EXERCISE INSTRUCTIONS:
For this exercise, repeat each entry exactly as written.

Saved entries:

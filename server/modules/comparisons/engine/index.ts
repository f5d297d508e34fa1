/**
 * The comparison engine: pure functions over plain run data (no ORM entities, no database, no
 * HTTP). The use cases in ../ load runs, call {@link computeComparison} and answer.
 */
export { computeComparison, type ComparisonRequest } from './compute';
export { ComparisonEngineError, isComparisonEngineError } from './errors';
export { fairnessWarnings } from './fairness';
export { bikeLabel, r3, r4, runName, standardLabel } from './labels';
export { alignedCurves, clip, compareOrThrow, conditionsOf, prepare } from './prepare';
export { MOST_OF_GAIN, NOTABLE_LOSS_HP, describeResult, summarySentences } from './sentences';
export { bandKey, maxKnown, stageSpreads, within, type StageSpread } from './spread';
export { DEFAULT_BAND_WIDTH, MAX_STAGE_RUNS, type EngineCurve, type EngineRun, type Prepared } from './types';
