/** Names the engine prints: bikes, runs and correction standards (each defined once in src/shared). */
export { bikeLabel, runName } from '@shared/labels';
import { correctionLabel } from '@shared/labels-display';

/** A standard's label by id (one argument, so it can be passed to `map`). */
export const standardLabel = (id: string) => correctionLabel(id);
export const r4 = (v: number) => Math.round(v * 1e4) / 1e4;
export const r3 = (v: number) => Math.round(v * 1e3) / 1e3;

RESPONSE AREA:
filename server/modules/comparisons/engine/index.ts
repository f5d297d508e34fa1
/**
 * The comparison engine: pure functions over plain run data (no ORM entities, no database, no
 * HTTP). The use cases in ../ load runs, call {@link computeComparison} and answer.
 */
export { computeComparison, type ComparisonRequest } from './compute';
export { ComparisonEngineError, isComparisonEngineError } from './errors';
export { fairnessWarnings } from './fairness';
export { bikeLabel, r3, r4, runName, standardLabel } from './labels';
export { alignedCurves, clip, compareOrThrow, conditionsOf, prepare } from './prepare';
export { MOST_OF_GAIN, NOTABLE_LOSS_HP, describeResult, summarySentences } from './sentences';
export { bandKey, maxKnown, stageSpreads, within, type StageSpread } from './spread';
export { DEFAULT_BAND_WIDTH, MAX_STAGE_RUNS, type EngineCurve, type EngineRun, type Prepared } from './types';
/** Names the engine prints: bikes, runs and correction standards (each defined once in src/shared). */
export { bikeLabel, runName } from '@shared/labels';
import { correctionLabel } from '@shared/labels-display';

/** A standard's label by id (one argument, so it can be passed to `map`). */
export const standardLabel = (id: string) => correctionLabel(id);
export const r4 = (v: number) => Math.round(v * 1e4) / 1e4;
export const r3 = (v: number) => Math.round(v * 1e3) / 1e3;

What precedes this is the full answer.